* _Problem details_
Repeat everything in the listing below. Keep each line exact.

(Stored data)

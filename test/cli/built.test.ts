import { spawn, spawnSync } from "node:child_process";
import { existsSync } from "node:fs";
import { fileURLToPath } from "node:url";
import { afterEach, beforeEach, describe, expect, it } from "vitest";
import { smallPlan } from "./small-plan.ts";
import { Desk } from "./terminal.ts";

const program = fileURLToPath(new URL("../../dist/terminal/spanwright.js", import.meta.url));
const isBuilt = existsSync(program);
const note = isBuilt ? "" : " (skipped: dist/terminal is not built)";

let desk: Desk;
let plan: string;
beforeEach(() => {
  desk = new Desk();
  plan = desk.put("ridge.plan.json", smallPlan());
});
afterEach(() => desk.clear());

const spawned = (...argv: readonly string[]) => spawnSync(process.execPath, [program, ...argv], { encoding: "utf8" });

describe("the built program", () => {
  it.skipIf(!isBuilt)(`starts, keeps results and messages apart, and exits as it should${note}`, () => {
    const good = spawned("assess", plan, "--json");
    expect(good.status).toBe(0);
    expect(JSON.parse(good.stdout)).toHaveLength(4);
    const bad = spawned("assess", desk.path("none.json"));
    expect([bad.status, bad.stdout]).toEqual([2, ""]);
    expect(bad.stderr).toMatch(/^spanwright: .*none\.json: cannot be read: there is no such file or folder\n$/);
  });

  it.skipIf(!isBuilt)(`ends quietly when the reader leaves${note}`, () => {
    const run = spawnSync(
      "sh",
      ["-c", '"$1" "$2" tracks "$3" --layout wide --observation south | head -n 1', "sh", process.execPath, program, plan],
      {
        encoding: "utf8",
      },
    );
    expect([run.status, run.stderr]).toEqual([0, ""]);
    expect(run.stdout).toMatch(/^stationA/);
  });

  it.skipIf(!isBuilt).each(["SIGINT", "SIGTERM"] as const)(`leaves nothing behind when stopped by %s${note}`, async (signal) => {
    // Work for minutes, so that the signal comes in the middle of it.
    const child = spawn(process.execPath, [
      program,
      "sweep",
      plan,
      "--vary",
      "declination=-89:-10:0.01",
      "--out",
      desk.path("s.csv"),
    ]);
    let said = "";
    child.stderr.on("data", (data) => {
      said += data;
      if (said.includes("the first of the plan")) child.kill(signal);
    });
    const code = await new Promise((resolve) => child.on("close", resolve));
    expect(code).toBe(130);
    expect(said).toContain("spanwright: stopped; nothing was written\n");
    expect(desk.list()).toEqual(["ridge.plan.json"]);
  });

  it.skipIf(!isBuilt)(`gives the same bytes on one thread, two and eight${note}`, () => {
    const swept = (workers: string) =>
      spawned(
        "sweep",
        plan,
        "--layout",
        "wide",
        "--observation",
        "south",
        "--vary",
        "declination=-40:0:10",
        "--workers",
        workers,
        "--json",
      );
    const [one, two, eight] = ["1", "2", "8"].map(swept);
    expect([one.status, two.status, eight.status]).toEqual([0, 0, 0]);
    expect(JSON.parse(one.stdout)).toHaveLength(5);
    expect(two.stdout).toBe(one.stdout);
    expect(eight.stdout).toBe(one.stdout);
    const assessed = (workers: string) => spawned("assess", plan, "--json", "--workers", workers).stdout;
    expect(assessed("4")).toBe(assessed("1"));
  });
});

(End Stored data)

* _Response area_
filename test/cli/built.test.ts
import { spawn, spawnSync } from "node:child_process";
import { existsSync } from "node:fs";
import { fileURLToPath } from "node:url";
import { afterEach, beforeEach, describe, expect, it } from "vitest";
import { smallPlan } from "./small-plan.ts";
import { Desk } from "./terminal.ts";

const program = fileURLToPath(new URL("../../dist/terminal/spanwright.js", import.meta.url));
const isBuilt = existsSync(program);
const note = isBuilt ? "" : " (skipped: dist/terminal is not built)";

let desk: Desk;
let plan: string;
beforeEach(() => {
  desk = new Desk();
  plan = desk.put("ridge.plan.json", smallPlan());
});
afterEach(() => desk.clear());

const spawned = (...argv: readonly string[]) => spawnSync(process.execPath, [program, ...argv], { encoding: "utf8" });

describe("the built program", () => {
  it.skipIf(!isBuilt)(`starts, keeps results and messages apart, and exits as it should${note}`, () => {
    const good = spawned("assess", plan, "--json");
    expect(good.status).toBe(0);
    expect(JSON.parse(good.stdout)).toHaveLength(4);
    const bad = spawned("assess", desk.path("none.json"));
    expect([bad.status, bad.stdout]).toEqual([2, ""]);
    expect(bad.stderr).toMatch(/^spanwright: .*none\.json: cannot be read: there is no such file or folder\n$/);
  });

  it.skipIf(!isBuilt)(`ends quietly when the reader leaves${note}`, () => {
    const run = spawnSync(
      "sh",
      ["-c", '"$1" "$2" tracks "$3" --layout wide --observation south | head -n 1', "sh", process.execPath, program, plan],
      {
        encoding: "utf8",
      },
    );
    expect([run.status, run.stderr]).toEqual([0, ""]);
    expect(run.stdout).toMatch(/^stationA/);
  });

  it.skipIf(!isBuilt).each(["SIGINT", "SIGTERM"] as const)(`leaves nothing behind when stopped by %s${note}`, async (signal) => {
    // Work for minutes, so that the signal comes in the middle of it.
    const child = spawn(process.execPath, [
      program,
      "sweep",
      plan,
      "--vary",
      "declination=-89:-10:0.01",
      "--out",
      desk.path("s.csv"),
    ]);
    let said = "";
    child.stderr.on("data", (data) => {
      said += data;
      if (said.includes("the first of the plan")) child.kill(signal);
    });
    const code = await new Promise((resolve) => child.on("close", resolve));
    expect(code).toBe(130);
    expect(said).toContain("spanwright: stopped; nothing was written\n");
    expect(desk.list()).toEqual(["ridge.plan.json"]);
  });

  it.skipIf(!isBuilt)(`gives the same bytes on one thread, two and eight${note}`, () => {
    const swept = (workers: string) =>
      spawned(
        "sweep",
        plan,
        "--layout",
        "wide",
        "--observation",
        "south",
        "--vary",
        "declination=-40:0:10",
        "--workers",
        workers,
        "--json",
      );
    const [one, two, eight] = ["1", "2", "8"].map(swept);
    expect([one.status, two.status, eight.status]).toEqual([0, 0, 0]);
    expect(JSON.parse(one.stdout)).toHaveLength(5);
    expect(two.stdout).toBe(one.stdout);
    expect(eight.stdout).toBe(one.stdout);
    const assessed = (workers: string) => spawned("assess", plan, "--json", "--workers", workers).stdout;
    expect(assessed("4")).toBe(assessed("1"));
  });
});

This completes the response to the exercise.